Un très beau texte de Jean Markale...

NOTRE-DAME LA TERRE

par Jean Markale

Autrefois, les hommes savaient que la Terre était vivante et, mieux encore, ils savaient qu'elle était Vie, cette mystérieuse vie surgie du fond des âges et qui s'épanouissait au milieu des arbres et des fleurs d'un verger enclos de grand murs. Et ils l'honoraient, la vénéraient, l'adoraient, conscients de tout ce qu'ils devaient à leur créatrice, à leur mère innombrable. Comme une femme qui allaite, la Terre, par ses multiples mamelles, dispensait à ses enfants les sources et les fruits dont ils avaient besoin dans leur immense tentative pour s'élever vers le siècle. Ainsi, pendant des siècles, on chanta pour elle des chants de louange et de reconnaissance. Jamais on ne la blessait, jamais on ne la heurtait, par respect infini pour celle qui, par amour, avait sorti de son ventre les créatures et les nourrissait de cette sève mystérieux qu'est l'âme du monde.


Mais les hommes savaient aussi que la Terre, comme une mère, détenait la connaissance parfaite des délicates harmonies sans lesquelles le monde ne pourrait exister. La Déesse-Terre ne pouvait se tromper : aussi était elle devenue " Celle-qui-doit-être-obéie, la toute puissante souveraine des êtres et des choses ". Il ne faudrait pourtant pas s'y tromper : cette puissance et cette souveraineté n'était pas des rapports de force et d'obligation, mais un échange perpétuel entre celle qui donnait et ceux qui recevaient, car ces derniers, par reconnaissance, offraient à la Terre tout ce qu'il y avait de meilleur, et surtout, ils s'efforçaient de suivre avec confiance les itinéraires qu'elle traçait dans le rythme des saisons et des jours.
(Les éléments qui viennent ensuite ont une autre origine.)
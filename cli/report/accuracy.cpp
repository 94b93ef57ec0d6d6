// SPDX-License-Identifier: MIT
#include "cli/report/accuracy.hpp"

#include "cli/report/accuracy_words.hpp"
#include "cli/report/json_text.hpp"
#include "cli/report/say.hpp"

#include <algorithm>
#include <cmath>
#include <fmt/format.h>
#include <iterator>

namespace dialwright::cli {
namespace {

/// A centre that is farther from the plate than this many times its size holds no style: the style stands on the plate.
constexpr double k_centre_in_reach = 1.5;

/// Where a face's style or pin is fixed, plate frame (u, v, above).
Eigen::Vector3d pivot_of(const Design& design, const FacePlan& plan, const layout::Face& face) {
    const double height = plan.dial.nodus_height_mm;
    const PlateFrame& frame = face.delineation.frame;
    if (!has_style(design.gnomon.kind)) {
        const bool plumb = design.gnomon.kind == GnomonKind::upright_pin && frame.n.z() > 0.01;
        if (!plumb)
            return Eigen::Vector3d::Zero();
        const double along = height / frame.n.z(); // down the plumb line from the nodus
        return {-along * frame.u.z(), -along * frame.v.z(), 0};
    }
    const auto& centre = face.delineation.style.centre;
    const double size = std::hypot(design.plate.width_mm, design.plate.height_mm);
    if (centre && std::hypot(centre->u_mm, centre->v_mm) < k_centre_in_reach * size)
        return {centre->u_mm, centre->v_mm, 0};
    return {0, 0, height};
}

SlipSizes sizes_of(const Tolerances& own) {
    SlipSizes sizes;
    sizes.marking_mm = own.marking_mm;
    sizes.style_height = own.style_height;
    sizes.substyle = own.substyle;
    sizes.facing = own.facing;
    sizes.lean = own.lean;
    sizes.print = own.print_mm / 100.0;
    sizes.position = own.position;
    return sizes;
}

void add_lines(FaceAccuracy& made, const layout::Face& face) {
    const Eigen::Vector3d& pivot = made.plan.pivot_mm;
    for (const layout::DrawnLine& line : face.lines) {
        if (line.set != 0 || !is_hour(line.family) || line.step_min != 60)
            continue;
        auto known = std::find_if(made.plan.lines.begin(), made.plan.lines.end(),
                                  [&](const AccuracyPlan::Line& one) { return one.time_h == line.time_h; });
        if (known == made.plan.lines.end()) {
            made.labels.push_back(line.label);
            known = made.plan.lines.insert(made.plan.lines.end(), {line.time_h, {}, 0.0});
        }
        for (const PlatePoint p : line.points)
            if (const double reach = std::hypot(p.u_mm - pivot.x(), p.v_mm - pivot.y()); reach > known->reach_mm) {
                known->reach_mm = reach;
                known->outer = p;
            }
    }
}

Json cell_json(const AccuracyCell& cell) {
    Json out;
    for (std::size_t i = 0; i < k_slips.size(); ++i)
        if (cell.minutes[i])
            out[slip_name(k_slips[i])] = json_number(*cell.minutes[i]);
    return {{"at_mm", {json_number(cell.at.u_mm), json_number(cell.at.v_mm)}},
            {"slips_min", std::move(out)},
            {"total_min", json_number(cell.total_min)},
            {"most", slip_name(cell.most)}};
}

Json face_json(const FaceAccuracy& face, const std::string& name) {
    Json out;
    out["face"] = name;
    const SlipSizes& sizes = face.plan.sizes;
    out["sizes"] = {{"half_shadow_deg", json_number(sizes.half_shadow.in_degrees())},
                    {"marking_mm", json_number(sizes.marking_mm)},
                    {"style_height_deg", json_number(sizes.style_height.in_degrees())},
                    {"substyle_deg", json_number(sizes.substyle.in_degrees())},
                    {"facing_deg", json_number(sizes.facing.in_degrees())},
                    {"lean_deg", json_number(sizes.lean.in_degrees())},
                    {"print_per_100_mm", json_number(100 * sizes.print)},
                    {"position_deg", json_number(sizes.position.in_degrees())}};
    out["supported"] = Json::array();
    for (const Supported& one : face.supported)
        out["supported"].push_back({{"minutes", json_number(one.minutes)},
                                    {"from_h", json_number(one.first_h)},
                                    {"to_h", json_number(one.last_h)}});
    out["lines"] = Json::array();
    for (std::size_t i = 0; i < face.lines.size(); ++i) {
        const AccuracyLine& line = face.lines[i];
        Json seasons;
        for (std::size_t k = 0; k < line.at.size(); ++k)
            seasons[k_season_keys[k]] = line.at[k] ? cell_json(*line.at[k]) : Json(nullptr);
        out["lines"].push_back(
            {{"label", face.labels[i]}, {"time_h", json_number(line.time_h)}, {"at", std::move(seasons)}});
    }
    return out;
}

} // namespace

std::vector<FaceAccuracy> accuracy_of(const Commission& commission) {
    const Design& design = commission.design;
    std::vector<FaceAccuracy> faces;
    for (std::size_t i = 0; i < commission.faces.size(); ++i) {
        FaceAccuracy made;
        AccuracyPlan& plan = made.plan;
        plan.dial = commission.plans[i].dial;
        plan.by_nodus = !has_style(design.gnomon.kind) || design.hours.reach == HourExtent::nodus ||
                        family_of(design.hours.time) != Family::hour;
        plan.at_outer_end = design.gnomon.kind == GnomonKind::edge;
        plan.level = design.dial.kind == DialKind::level;
        plan.pivot_mm = pivot_of(design, commission.plans[i], commission.faces[i]);
        plan.stretch_from = {plan.pivot_mm.x(), plan.pivot_mm.y()};
        plan.sizes = sizes_of(design.tolerances);
        add_lines(made, commission.faces[i]);
        made.lines = accuracy_of(plan, commission.year);
        made.supported = supported_readings(made.lines);
        faces.push_back(std::move(made));
    }
    return faces;
}

std::string accuracy_text(const Commission& commission, const std::vector<FaceAccuracy>& faces) {
    std::string text = fmt::format("How good {} will be\n", commission.design.title);
    const auto put = std::back_inserter(text);
    for (std::size_t i = 0; i < faces.size(); ++i) {
        const FaceAccuracy& face = faces[i];
        if (!commission.plans[i].spec.name.empty())
            fmt::format_to(put, "\n{}\n", commission.plans[i].spec.name);
        for (const std::string& line : accuracy_words(commission, face))
            fmt::format_to(put, "  {}\n", line);
        fmt::format_to(put, "\n  Minutes of error, by squares of all slips; then each slip at its worst season\n{}",
                       text_table(accuracy_columns(face), accuracy_rows(face), 2));
    }
    fmt::format_to(put, "\n{}\n", k_accuracy_note);
    return text;
}

std::string accuracy_json(const Commission& commission, const std::vector<FaceAccuracy>& faces) {
    Json out{{"format", 1}, {"title", commission.design.title}, {"faces", Json::array()}};
    for (std::size_t i = 0; i < faces.size(); ++i)
        out["faces"].push_back(face_json(faces[i], commission.plans[i].name));
    return json_text(out);
}

std::string accuracy_csv(const Commission& commission, const std::vector<FaceAccuracy>& faces) {
    std::string text = "face,label,time_h,season,u_mm,v_mm,total_min";
    for (const SlipKind kind : k_slips)
        text.append(",").append(slip_name(kind)).append("_min");
    text += '\n';
    for (std::size_t i = 0; i < faces.size(); ++i)
        for (std::size_t k = 0; k < faces[i].lines.size(); ++k)
            for (std::size_t season = 0; season < 3; ++season) {
                const auto& cell = faces[i].lines[k].at[season];
                if (!cell)
                    continue;
                fmt::format_to(std::back_inserter(text), "{},{},{},{},{},{},{}", commission.plans[i].name,
                               faces[i].labels[k], fixed(faces[i].lines[k].time_h, 4), k_season_keys[season],
                               fixed(cell->at.u_mm, 3), fixed(cell->at.v_mm, 3), fixed(cell->total_min, 4));
                for (const auto& minutes : cell->minutes)
                    text.append(",").append(minutes ? fixed(*minutes, 4) : "");
                text += '\n';
            }
    return text;
}

} // namespace dialwright::cli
Arriva le moment ou l'homme, peut être Adam ou Eve au jardin d'Eden, ou encore Caïn sur des espaces en friche, eut le désir de secouer ce qu'il ressentait comme un joug, comme une soumission aveugle à un être dont on ne comprend plus le message d'amour. L'homme creusa donc la Terre et y déposa des semences. Ce fut un viol mais surtout un inceste, dont le souvenir, à travers une série de spéculations philosophiques, s'est perpétué dans le mythe d'Oedipe et de Jocaste, si l'on considère que Jocaste n'est autre que la forme rassurante de la Sphynge, image évidente d'une nature sauvage, dangereuse, dévorante. L'homme n'avait plus confiance dans la Terre et, comme il en avait peur, il voulut en faire une esclave : ce n'était plus " Celle-qui-doit-être-obéie " mais " Celle-qui-doit-obéir ". Tragique tournant de l'histoire de l'univers - et pourtant si fécond ! - qu'on appelle naissance de l'agriculture…
Un autre mythe témoigne de ce passage, le mythe fondateur de Delphes, quand Apollon tue le serpent Python et prend sa place sur les autels, face à l'adoration des foules. Car la Terre Mère est alors déchue de son rang de Déesse au profit d'un dieu céleste tombé des étoiles. La Déesse n'est plus qu'un simple médium qui reçoit les messages du dieu, mais ce sont des hommes, les prêtres de l'oracle en l'occurrence, qui les interprètent. La Femme n'est plus créatrice, elle est devenue procréatrice, ce qui est l'indice non seulement d'un renversement de l'ordre social mais d'une inversion totale de polarité quand à l'appréhension du divin. Le Dieu Père a refoulé la Déesse Mère dans les ténèbres de l'inconscient, avec tout ce que cela comporte d'autoritarisme, de violence et de ruptures d'équilibre.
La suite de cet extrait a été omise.